Across the entries that follow, work out the number of lines containing the string "greater", and state it alone.

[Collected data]
────────────────────────────────────────

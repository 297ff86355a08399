"""Leakage: insulation of film capacitors, leakage of electrolytics, input bias, and what each costs."""

from __future__ import annotations

import math

#: a JFET's gate current doubles about every so many kelvin of junction temperature [K]
JFET_DOUBLING = 10.0


def insulation_error(resistance: float, insulation: float) -> float:
    """Share of a voltage that the insulation of a capacitor takes when it is charged through a resistance.

    Parameters
    ----------
    resistance : float
        Resistance between the source and the capacitor, not negative. [ohm]
    insulation : float
        Insulation resistance across the capacitor, above zero. [ohm]

    Returns
    -------
    float
        Loss, as a positive fraction of the voltage. [-]

    Raises
    ------
    ValueError
        When the resistance is below 0 ohm, or the insulation is not above 0 ohm.

    Notes
    -----
    R/(R + R_ins). Multiplied by C above and below, it is tau/(tau + tau_ins): it depends on the time
    constant alone, not on how resistance and capacitance share it. So times [s] may be given for both.

    References
    ----------
    .. [1] A divider of R and R_ins: P. Horowitz, W. Hill, The Art of Electronics, 3rd ed., 2015, chapter 1.

    Examples
    --------
    >>> round(insulation_error(1.0, 1250.0), 7)
    0.0007994
    """
    if resistance < 0.0 or not insulation > 0.0:
        raise ValueError(f"resistance {resistance:g}, insulation {insulation:g}: 0 <= resistance and 0 < insulation")
    return 0.0 if math.isinf(insulation) else resistance / (resistance + insulation)


def insulation_resistance(capacitance: float, resistance: float, time: float) -> float:
    """Least insulation resistance that a maker's two limits leave.

    Parameters
    ----------
    capacitance : float
        Capacitance, above zero. [F]
    resistance : float
        Limit as a resistance, 0 when none is given. [ohm]
    time : float
        Limit as a time constant, 0 when none is given. [s]

    Returns
    -------
    float
        The lower of ``resistance`` and ``time/capacitance``; infinite when neither is given. [ohm]

    Raises
    ------
    ValueError
        When the capacitance is not above 0 F, or a limit is below zero.

    References
    ----------
    .. [1] IEC 60384-1, Fixed capacitors for use in electronic equipment, insulation resistance: stated as a
       resistance for small capacitances and as a time constant for large ones.

    Examples
    --------
    >>> insulation_resistance(1e-6, 0.0, 1250.0)
    1250000000.0
    """
    if not capacitance > 0.0 or resistance < 0.0 or time < 0.0:
        raise ValueError(
            f"{capacitance:g} F with limits of {resistance:g} ohm and {time:g} s: 0 F < capacitance, no limit below 0"
        )
    bounds = ([resistance] if resistance else []) + ([time / capacitance] if time else [])
    return min(bounds, default=math.inf)


def electrolytic_leakage(rate: float, capacitance: float, voltage: float, floor: float, added: bool = False) -> float:
    """Greatest leakage current that a maker allows an electrolytic at its rated voltage.

    Parameters
    ----------
    rate : float
        k of k C V; "0.01 C V in microamperes, C in microfarads" is 0.01. [1/s]
    capacitance : float
        Capacitance. [F]
    voltage : float
        Rated voltage. [V]
    floor : float
        Least limit, or the constant that is added. [A]
    added : bool
        Whether the constant is added (k C V + floor) or the greater counts. [-]

    Returns
    -------
    float
        Leakage current. [A]

    Raises
    ------
    ValueError
        When one of the numbers is below zero.

    References
    ----------
    .. [1] IEC 60384-4, Fixed aluminium electrolytic capacitors, leakage current.
    .. [2] Makers' sheets for radial types, for instance document 28309 (038 RSU series): 0.01 C V or 3 uA,
       the greater, after two minutes; 0.002 C V + 3 uA after five.

    Examples
    --------
    >>> round(electrolytic_leakage(0.01, 22e-6, 25.0, 3e-6) * 1e6, 3)
    5.5
    """
    if min(rate, capacitance, voltage, floor) < 0.0:
        raise ValueError(
            f"rate {rate:g} /s, {capacitance:g} F, {voltage:g} V, floor {floor:g} A: none may be below zero"
        )
    proportional = rate * capacitance * voltage
    return proportional + floor if added else max(proportional, floor)


def current_offset(current: float, resistance: float) -> float:
    """Voltage that a constant current makes across a resistance it must flow through.

    Parameters
    ----------
    current : float
        Leakage or bias current. [A]
    resistance : float
        Resistance to the source. [ohm]

    Returns
    -------
    float
        Voltage. [V]

    References
    ----------
    .. [1] Ohm's law; for input bias: P. Horowitz, W. Hill, The Art of Electronics, 3rd ed., 2015, chapter 4,
       input bias current.

    Examples
    --------
    >>> current_offset(3e-6, 100e3)
    0.3
    """
    return current * resistance


def bias_at(bias: float, temperature: float, doubling: float = JFET_DOUBLING, reference: float = 25.0) -> float:
    """Input bias current at another temperature.

    Parameters
    ----------
    bias : float
        Bias current at the reference temperature. [A]
    temperature : float
        Temperature of the junction. [degC]
    doubling : float
        Rise that doubles the current; 0 when it does not double. [K]
    reference : float
        Temperature that ``bias`` was given at. [degC]

    Returns
    -------
    float
        Bias current. [A]

    Raises
    ------
    ValueError
        When ``doubling`` is below 0 K.

    Notes
    -----
    bias 2^((T - T_ref)/doubling).

    References
    ----------
    .. [1] Data sheets of JFET-input amplifiers, for instance the TL072 (bias currents approximately double for
       every 10 degC increase of junction temperature).

    Examples
    --------
    >>> round(bias_at(200e-12, 65.0) * 1e9, 6)
    3.2
    """
    if doubling < 0.0:
        raise ValueError(f"doubling every {doubling:g} K: not below 0 K")
    return bias if doubling == 0.0 else bias * float(2.0 ** ((temperature - reference) / doubling))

────────────────────────────────────────

■ **RESULT BELOW**:
2